■ Exercise aim ■
Pick out all lines of the entries that include the word "timestamps" and copy them.

■ Exercise input ■
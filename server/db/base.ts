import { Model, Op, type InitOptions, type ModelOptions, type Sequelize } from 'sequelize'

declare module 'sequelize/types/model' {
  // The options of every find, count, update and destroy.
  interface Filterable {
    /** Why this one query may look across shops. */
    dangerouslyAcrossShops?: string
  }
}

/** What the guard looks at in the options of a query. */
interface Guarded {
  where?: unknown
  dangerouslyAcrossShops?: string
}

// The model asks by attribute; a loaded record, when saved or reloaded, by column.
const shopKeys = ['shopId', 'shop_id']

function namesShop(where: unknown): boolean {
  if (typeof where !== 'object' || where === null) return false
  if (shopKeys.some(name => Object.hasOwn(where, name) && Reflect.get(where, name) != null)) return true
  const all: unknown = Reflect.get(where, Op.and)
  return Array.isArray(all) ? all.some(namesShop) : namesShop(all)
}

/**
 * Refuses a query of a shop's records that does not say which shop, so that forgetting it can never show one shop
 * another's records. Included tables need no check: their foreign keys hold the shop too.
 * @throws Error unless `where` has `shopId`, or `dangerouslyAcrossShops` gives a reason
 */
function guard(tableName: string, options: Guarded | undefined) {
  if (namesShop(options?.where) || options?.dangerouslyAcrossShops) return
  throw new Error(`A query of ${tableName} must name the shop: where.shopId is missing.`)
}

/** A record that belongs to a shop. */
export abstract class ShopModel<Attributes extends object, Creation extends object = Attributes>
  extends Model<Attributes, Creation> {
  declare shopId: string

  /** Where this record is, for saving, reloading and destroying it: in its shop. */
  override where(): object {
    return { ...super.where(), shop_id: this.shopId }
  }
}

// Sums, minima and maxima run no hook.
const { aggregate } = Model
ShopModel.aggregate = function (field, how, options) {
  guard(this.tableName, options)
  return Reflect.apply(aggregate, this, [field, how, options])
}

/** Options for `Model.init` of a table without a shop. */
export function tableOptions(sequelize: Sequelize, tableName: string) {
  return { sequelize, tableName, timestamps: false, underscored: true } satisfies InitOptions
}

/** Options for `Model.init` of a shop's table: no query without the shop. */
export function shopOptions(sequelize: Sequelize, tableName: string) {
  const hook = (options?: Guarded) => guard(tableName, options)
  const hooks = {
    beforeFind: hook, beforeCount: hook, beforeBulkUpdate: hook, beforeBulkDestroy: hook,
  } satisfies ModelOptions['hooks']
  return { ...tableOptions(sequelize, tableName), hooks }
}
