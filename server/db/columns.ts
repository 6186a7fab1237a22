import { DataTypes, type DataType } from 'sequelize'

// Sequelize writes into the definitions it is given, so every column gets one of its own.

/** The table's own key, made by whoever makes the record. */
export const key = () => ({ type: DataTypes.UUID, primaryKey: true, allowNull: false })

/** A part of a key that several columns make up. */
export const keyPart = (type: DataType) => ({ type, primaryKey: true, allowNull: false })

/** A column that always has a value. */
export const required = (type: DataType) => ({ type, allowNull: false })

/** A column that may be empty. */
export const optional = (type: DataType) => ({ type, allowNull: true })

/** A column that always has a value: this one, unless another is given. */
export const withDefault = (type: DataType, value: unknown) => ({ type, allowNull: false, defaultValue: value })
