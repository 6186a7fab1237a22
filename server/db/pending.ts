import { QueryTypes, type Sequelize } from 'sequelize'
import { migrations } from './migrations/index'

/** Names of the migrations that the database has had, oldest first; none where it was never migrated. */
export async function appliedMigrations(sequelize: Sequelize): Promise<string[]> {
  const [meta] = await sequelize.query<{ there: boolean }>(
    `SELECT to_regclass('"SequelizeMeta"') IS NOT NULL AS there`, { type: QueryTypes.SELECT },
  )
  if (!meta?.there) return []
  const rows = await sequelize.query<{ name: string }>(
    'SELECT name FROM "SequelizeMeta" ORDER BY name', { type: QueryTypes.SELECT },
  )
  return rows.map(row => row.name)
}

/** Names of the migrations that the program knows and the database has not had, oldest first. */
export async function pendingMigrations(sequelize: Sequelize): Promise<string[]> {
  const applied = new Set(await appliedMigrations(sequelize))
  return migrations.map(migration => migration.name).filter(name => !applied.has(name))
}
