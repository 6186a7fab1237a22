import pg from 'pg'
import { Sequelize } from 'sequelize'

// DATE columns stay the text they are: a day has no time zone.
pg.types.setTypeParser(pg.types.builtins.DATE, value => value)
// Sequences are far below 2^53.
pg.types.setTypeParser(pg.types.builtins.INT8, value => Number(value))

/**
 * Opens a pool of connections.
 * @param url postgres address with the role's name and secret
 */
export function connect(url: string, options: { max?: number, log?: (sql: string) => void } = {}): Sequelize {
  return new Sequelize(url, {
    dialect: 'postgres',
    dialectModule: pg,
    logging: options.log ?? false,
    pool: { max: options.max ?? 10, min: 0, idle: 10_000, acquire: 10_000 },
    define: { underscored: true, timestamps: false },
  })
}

■ The completed task ■
  return { sequelize, tableName, timestamps: false, underscored: true } satisfies InitOptions
    define: { underscored: true, timestamps: false },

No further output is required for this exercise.